→ **WHAT TO DO**:
Once you find the line with "#[cfg(test)]" in the data that follows, repeat it and every line after it exactly, through the line with "a negative-definite matrix.".

-- AVAILABLE RECORDS follows --

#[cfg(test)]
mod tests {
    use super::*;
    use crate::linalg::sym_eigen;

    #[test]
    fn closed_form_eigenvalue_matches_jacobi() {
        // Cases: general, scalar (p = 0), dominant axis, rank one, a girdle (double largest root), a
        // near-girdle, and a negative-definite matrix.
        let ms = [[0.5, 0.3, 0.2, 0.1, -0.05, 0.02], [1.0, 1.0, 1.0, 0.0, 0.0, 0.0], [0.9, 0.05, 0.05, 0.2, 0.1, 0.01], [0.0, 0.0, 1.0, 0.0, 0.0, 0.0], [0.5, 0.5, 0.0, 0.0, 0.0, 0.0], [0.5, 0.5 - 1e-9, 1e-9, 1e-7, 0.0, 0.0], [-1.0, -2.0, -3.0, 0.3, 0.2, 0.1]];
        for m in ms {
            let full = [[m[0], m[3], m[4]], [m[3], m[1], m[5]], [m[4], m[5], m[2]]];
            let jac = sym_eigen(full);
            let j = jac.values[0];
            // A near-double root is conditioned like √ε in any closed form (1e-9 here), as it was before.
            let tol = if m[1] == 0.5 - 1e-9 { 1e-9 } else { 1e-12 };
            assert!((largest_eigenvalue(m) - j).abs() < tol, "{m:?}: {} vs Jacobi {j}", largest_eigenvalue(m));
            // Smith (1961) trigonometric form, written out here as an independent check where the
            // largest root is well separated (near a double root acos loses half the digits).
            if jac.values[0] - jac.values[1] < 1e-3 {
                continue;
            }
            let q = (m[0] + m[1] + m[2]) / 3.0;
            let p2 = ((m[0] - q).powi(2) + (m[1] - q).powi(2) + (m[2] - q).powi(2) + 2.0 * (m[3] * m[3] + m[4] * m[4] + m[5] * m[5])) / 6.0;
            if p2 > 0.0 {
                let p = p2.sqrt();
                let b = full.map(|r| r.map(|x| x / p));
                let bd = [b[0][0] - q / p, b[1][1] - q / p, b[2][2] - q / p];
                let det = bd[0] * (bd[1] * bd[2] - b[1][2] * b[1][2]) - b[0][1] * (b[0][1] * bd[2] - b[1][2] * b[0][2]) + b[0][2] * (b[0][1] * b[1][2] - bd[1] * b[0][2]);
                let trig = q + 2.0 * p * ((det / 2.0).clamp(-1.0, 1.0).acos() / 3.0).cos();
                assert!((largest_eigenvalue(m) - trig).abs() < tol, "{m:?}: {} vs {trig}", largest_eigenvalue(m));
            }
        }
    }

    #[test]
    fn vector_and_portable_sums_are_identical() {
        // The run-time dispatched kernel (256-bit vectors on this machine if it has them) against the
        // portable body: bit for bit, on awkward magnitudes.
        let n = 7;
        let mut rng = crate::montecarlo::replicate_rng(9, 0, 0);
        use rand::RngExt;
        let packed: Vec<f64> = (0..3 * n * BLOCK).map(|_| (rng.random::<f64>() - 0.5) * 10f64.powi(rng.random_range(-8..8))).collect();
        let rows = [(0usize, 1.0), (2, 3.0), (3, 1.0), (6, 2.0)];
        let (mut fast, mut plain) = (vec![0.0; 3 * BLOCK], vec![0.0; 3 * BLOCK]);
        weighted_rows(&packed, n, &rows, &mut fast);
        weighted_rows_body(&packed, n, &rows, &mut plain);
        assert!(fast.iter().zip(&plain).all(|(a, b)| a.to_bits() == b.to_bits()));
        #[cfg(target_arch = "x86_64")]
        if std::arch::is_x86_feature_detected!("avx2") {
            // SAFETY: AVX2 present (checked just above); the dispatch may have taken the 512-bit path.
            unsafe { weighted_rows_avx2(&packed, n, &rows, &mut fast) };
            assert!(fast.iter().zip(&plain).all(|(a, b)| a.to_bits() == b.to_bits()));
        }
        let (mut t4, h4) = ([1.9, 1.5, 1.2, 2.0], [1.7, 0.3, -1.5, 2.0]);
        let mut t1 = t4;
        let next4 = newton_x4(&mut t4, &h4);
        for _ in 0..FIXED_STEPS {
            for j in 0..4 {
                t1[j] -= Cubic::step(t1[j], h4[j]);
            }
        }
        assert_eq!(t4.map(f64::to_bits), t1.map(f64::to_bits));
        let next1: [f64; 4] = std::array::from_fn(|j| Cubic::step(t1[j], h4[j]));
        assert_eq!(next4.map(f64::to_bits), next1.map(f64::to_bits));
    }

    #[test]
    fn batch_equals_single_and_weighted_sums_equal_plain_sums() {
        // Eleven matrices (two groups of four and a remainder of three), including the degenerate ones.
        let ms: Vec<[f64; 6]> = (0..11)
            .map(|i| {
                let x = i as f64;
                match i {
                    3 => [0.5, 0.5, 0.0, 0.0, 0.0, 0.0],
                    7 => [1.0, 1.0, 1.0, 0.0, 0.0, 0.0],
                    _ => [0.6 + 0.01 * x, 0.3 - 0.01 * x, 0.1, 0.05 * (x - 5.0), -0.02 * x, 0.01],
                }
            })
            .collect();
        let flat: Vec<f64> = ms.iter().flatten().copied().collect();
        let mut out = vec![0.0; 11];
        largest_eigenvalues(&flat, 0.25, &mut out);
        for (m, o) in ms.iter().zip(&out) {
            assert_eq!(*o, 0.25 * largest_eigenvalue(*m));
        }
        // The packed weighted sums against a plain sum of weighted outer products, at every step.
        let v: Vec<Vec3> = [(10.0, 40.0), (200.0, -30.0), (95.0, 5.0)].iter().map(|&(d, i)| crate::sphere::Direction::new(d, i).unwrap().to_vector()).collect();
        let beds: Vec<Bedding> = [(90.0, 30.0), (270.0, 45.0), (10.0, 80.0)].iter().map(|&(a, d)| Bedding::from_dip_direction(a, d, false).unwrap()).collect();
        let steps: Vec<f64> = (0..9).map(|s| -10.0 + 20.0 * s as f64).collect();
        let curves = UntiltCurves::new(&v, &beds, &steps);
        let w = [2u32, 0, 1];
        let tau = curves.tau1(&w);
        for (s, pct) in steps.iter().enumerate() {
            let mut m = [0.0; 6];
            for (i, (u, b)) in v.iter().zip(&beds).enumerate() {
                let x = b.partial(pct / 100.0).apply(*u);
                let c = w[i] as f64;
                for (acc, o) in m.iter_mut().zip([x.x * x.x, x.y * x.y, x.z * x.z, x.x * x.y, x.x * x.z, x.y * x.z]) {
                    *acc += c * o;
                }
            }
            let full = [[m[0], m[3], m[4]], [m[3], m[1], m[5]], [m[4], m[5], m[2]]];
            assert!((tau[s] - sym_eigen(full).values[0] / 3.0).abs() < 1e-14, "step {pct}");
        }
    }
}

-- AVAILABLE RECORDS concluded --
-- AVAILABLE RECORDS follows --

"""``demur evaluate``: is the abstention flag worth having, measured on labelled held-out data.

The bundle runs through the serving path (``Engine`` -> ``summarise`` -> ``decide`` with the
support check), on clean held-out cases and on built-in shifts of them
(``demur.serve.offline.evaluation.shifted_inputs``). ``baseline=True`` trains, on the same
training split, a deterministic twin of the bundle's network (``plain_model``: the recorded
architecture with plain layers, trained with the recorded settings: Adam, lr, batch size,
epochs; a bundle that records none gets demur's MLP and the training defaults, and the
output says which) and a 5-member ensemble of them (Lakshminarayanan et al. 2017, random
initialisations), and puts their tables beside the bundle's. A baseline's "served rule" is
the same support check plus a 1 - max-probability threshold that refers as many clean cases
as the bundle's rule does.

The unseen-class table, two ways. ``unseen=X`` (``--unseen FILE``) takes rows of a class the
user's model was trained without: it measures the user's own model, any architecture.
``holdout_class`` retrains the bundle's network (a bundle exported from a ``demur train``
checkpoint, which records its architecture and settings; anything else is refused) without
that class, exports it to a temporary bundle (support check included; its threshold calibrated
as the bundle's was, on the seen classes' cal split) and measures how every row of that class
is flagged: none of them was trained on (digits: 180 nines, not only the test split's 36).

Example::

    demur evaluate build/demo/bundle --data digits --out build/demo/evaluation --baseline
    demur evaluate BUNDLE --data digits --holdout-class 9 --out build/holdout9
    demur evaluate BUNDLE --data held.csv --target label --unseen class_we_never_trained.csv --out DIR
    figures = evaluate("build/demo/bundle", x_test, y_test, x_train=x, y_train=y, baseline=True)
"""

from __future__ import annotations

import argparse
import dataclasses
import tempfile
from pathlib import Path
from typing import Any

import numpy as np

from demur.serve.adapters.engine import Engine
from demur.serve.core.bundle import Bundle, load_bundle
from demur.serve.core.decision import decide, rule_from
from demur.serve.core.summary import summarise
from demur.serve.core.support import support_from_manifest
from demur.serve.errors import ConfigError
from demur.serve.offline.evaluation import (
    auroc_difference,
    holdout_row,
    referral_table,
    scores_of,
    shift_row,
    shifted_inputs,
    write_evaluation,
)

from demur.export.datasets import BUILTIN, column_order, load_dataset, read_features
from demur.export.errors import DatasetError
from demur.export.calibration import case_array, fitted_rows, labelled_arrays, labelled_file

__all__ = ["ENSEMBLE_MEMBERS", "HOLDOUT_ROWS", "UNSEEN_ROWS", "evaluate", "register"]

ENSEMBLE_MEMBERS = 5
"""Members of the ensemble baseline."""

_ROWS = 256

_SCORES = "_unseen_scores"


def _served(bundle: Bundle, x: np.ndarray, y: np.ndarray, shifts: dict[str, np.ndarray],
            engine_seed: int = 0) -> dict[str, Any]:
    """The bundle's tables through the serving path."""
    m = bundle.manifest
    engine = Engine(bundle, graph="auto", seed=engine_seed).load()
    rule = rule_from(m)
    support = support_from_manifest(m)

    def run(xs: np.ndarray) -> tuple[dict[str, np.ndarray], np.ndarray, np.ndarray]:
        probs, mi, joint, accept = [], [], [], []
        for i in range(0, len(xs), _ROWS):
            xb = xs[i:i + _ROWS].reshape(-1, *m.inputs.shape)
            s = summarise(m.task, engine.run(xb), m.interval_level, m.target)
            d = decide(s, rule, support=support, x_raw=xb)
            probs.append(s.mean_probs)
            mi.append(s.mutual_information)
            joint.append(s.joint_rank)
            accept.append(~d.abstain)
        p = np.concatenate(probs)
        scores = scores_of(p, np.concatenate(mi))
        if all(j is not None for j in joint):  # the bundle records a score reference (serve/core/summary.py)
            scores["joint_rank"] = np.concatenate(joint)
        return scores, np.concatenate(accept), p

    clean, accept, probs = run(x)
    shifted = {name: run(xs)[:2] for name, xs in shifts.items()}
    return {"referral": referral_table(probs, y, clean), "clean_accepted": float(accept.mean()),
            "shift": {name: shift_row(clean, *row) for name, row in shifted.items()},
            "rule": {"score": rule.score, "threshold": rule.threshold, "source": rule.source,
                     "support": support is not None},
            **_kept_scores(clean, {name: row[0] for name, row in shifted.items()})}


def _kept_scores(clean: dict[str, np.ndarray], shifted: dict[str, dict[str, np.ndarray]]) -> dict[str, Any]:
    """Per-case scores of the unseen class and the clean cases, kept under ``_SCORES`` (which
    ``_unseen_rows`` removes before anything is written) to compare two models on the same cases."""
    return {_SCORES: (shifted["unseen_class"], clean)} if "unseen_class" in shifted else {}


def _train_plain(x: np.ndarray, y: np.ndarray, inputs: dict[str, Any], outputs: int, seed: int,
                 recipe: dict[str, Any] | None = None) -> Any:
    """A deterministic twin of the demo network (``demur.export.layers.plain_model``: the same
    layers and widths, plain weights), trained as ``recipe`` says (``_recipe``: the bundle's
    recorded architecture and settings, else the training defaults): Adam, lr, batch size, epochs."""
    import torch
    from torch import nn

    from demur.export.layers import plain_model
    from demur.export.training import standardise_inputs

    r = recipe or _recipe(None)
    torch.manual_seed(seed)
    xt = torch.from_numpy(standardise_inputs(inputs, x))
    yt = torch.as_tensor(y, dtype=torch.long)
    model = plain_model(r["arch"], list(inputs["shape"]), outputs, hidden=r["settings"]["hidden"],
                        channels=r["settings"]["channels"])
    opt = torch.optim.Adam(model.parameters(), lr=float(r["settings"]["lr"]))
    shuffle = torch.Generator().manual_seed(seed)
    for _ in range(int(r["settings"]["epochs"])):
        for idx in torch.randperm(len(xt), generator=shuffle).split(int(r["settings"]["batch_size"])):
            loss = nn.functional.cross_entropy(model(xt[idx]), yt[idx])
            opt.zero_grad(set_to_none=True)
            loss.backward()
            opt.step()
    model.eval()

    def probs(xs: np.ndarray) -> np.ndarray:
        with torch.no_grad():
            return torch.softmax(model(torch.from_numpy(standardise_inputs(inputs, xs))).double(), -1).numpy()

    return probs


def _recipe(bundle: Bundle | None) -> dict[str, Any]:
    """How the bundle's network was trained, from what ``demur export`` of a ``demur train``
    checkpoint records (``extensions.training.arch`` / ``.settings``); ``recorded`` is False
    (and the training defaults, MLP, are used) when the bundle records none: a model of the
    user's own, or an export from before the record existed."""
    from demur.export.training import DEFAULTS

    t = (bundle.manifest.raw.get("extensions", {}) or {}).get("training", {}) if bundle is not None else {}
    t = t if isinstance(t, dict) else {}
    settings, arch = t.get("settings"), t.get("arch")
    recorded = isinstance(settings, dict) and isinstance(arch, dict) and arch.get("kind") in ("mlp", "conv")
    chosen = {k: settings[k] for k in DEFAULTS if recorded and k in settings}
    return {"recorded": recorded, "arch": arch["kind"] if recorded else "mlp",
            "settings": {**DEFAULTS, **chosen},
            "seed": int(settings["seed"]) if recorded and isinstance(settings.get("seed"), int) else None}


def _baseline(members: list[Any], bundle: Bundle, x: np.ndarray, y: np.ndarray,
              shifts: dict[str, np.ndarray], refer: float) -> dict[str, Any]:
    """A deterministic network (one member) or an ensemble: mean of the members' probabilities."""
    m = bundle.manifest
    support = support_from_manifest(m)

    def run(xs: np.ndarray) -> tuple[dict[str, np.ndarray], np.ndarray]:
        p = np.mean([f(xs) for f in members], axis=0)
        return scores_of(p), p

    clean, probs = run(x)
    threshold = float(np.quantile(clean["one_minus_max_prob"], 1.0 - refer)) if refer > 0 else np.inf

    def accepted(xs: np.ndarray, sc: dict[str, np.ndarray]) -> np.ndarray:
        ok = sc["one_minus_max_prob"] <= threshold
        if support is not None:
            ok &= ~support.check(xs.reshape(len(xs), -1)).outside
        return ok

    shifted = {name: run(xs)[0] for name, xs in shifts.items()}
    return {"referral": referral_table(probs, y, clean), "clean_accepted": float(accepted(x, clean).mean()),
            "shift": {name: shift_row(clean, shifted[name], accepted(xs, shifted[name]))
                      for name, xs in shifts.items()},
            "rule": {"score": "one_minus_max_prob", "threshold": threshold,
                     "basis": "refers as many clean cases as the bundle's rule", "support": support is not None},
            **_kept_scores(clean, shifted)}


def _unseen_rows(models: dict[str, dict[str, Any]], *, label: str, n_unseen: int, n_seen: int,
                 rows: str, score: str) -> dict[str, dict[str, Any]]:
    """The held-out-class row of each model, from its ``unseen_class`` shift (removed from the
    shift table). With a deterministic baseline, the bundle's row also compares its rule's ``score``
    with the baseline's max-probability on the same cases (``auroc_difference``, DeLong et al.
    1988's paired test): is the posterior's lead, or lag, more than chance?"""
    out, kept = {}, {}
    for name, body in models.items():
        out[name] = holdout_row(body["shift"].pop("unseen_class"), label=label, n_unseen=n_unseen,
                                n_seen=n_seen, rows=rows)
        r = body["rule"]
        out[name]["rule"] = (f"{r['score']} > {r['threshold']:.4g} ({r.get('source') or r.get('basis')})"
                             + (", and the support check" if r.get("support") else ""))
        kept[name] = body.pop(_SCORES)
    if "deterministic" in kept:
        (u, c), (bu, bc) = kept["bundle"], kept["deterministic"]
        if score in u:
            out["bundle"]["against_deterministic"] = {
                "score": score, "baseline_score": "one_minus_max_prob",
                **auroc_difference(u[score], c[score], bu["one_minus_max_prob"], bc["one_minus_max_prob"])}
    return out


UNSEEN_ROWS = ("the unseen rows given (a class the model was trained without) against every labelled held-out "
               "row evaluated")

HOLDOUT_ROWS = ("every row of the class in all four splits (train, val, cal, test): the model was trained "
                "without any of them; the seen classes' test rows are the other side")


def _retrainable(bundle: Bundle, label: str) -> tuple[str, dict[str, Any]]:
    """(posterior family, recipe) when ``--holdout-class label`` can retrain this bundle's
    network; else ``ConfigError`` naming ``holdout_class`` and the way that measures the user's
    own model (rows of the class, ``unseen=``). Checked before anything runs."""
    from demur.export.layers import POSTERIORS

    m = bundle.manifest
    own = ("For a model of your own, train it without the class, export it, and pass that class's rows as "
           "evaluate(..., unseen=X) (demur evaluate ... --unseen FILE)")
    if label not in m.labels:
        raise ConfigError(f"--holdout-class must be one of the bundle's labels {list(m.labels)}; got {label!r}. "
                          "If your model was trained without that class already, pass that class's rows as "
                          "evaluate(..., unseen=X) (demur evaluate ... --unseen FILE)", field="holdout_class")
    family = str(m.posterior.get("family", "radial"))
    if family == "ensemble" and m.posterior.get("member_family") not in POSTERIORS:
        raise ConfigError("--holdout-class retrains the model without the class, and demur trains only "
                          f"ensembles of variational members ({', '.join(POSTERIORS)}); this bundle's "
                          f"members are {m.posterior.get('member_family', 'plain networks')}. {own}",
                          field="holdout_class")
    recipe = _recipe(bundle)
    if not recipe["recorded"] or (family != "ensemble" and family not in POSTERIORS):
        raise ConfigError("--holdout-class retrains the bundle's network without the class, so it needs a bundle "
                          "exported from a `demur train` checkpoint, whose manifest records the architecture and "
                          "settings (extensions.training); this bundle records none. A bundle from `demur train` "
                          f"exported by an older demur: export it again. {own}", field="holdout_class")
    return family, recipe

-- AVAILABLE RECORDS concluded --
-- AVAILABLE RECORDS follows --

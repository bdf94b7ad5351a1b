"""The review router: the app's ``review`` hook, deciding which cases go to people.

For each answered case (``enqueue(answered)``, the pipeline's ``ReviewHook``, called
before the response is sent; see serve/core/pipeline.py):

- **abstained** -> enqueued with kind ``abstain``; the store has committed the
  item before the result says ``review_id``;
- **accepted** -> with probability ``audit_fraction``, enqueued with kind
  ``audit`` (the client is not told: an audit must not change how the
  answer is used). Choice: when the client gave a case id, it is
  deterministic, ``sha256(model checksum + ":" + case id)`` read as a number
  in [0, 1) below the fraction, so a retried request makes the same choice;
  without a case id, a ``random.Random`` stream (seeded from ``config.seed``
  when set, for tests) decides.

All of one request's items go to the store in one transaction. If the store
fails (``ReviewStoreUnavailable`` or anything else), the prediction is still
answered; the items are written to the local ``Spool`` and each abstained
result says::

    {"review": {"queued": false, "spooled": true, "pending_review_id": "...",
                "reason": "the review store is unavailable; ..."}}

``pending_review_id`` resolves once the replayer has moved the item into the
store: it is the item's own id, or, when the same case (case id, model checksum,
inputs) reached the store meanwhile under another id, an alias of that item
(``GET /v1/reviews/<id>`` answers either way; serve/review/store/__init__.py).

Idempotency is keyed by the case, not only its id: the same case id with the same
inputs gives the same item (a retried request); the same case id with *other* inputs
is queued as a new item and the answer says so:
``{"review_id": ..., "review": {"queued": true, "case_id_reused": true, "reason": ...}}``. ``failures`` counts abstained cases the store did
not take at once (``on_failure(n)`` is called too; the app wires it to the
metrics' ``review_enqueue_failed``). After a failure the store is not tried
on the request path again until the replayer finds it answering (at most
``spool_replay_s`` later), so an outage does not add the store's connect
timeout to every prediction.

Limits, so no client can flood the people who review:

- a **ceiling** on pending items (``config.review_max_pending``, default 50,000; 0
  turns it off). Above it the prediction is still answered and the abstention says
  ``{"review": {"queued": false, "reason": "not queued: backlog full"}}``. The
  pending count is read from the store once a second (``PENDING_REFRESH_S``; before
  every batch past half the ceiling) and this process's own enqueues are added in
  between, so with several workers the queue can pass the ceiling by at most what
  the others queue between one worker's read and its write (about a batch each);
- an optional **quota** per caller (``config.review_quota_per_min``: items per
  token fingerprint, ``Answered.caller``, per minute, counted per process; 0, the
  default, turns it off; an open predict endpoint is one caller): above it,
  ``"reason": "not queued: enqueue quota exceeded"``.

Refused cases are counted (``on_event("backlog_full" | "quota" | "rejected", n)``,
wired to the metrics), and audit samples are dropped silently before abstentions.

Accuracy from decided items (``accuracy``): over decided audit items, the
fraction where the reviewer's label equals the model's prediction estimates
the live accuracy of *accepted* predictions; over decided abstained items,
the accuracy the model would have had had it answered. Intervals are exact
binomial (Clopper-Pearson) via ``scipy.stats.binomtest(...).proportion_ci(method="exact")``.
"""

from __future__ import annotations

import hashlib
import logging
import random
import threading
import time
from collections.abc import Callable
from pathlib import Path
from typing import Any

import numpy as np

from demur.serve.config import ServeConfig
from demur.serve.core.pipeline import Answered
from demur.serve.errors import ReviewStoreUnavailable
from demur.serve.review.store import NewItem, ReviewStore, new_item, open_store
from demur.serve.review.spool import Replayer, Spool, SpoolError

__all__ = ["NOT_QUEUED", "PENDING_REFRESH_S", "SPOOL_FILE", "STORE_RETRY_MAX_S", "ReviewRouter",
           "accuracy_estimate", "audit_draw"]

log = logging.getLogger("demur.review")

-- AVAILABLE RECORDS concluded --

→ **RESPONSE TO THIS EXERCISE**:
#[cfg(test)]
mod tests {
    use super::*;
    use crate::linalg::sym_eigen;

    #[test]
    fn closed_form_eigenvalue_matches_jacobi() {
        // Cases: general, scalar (p = 0), dominant axis, rank one, a girdle (double largest root), a
        // near-girdle, and a negative-definite matrix.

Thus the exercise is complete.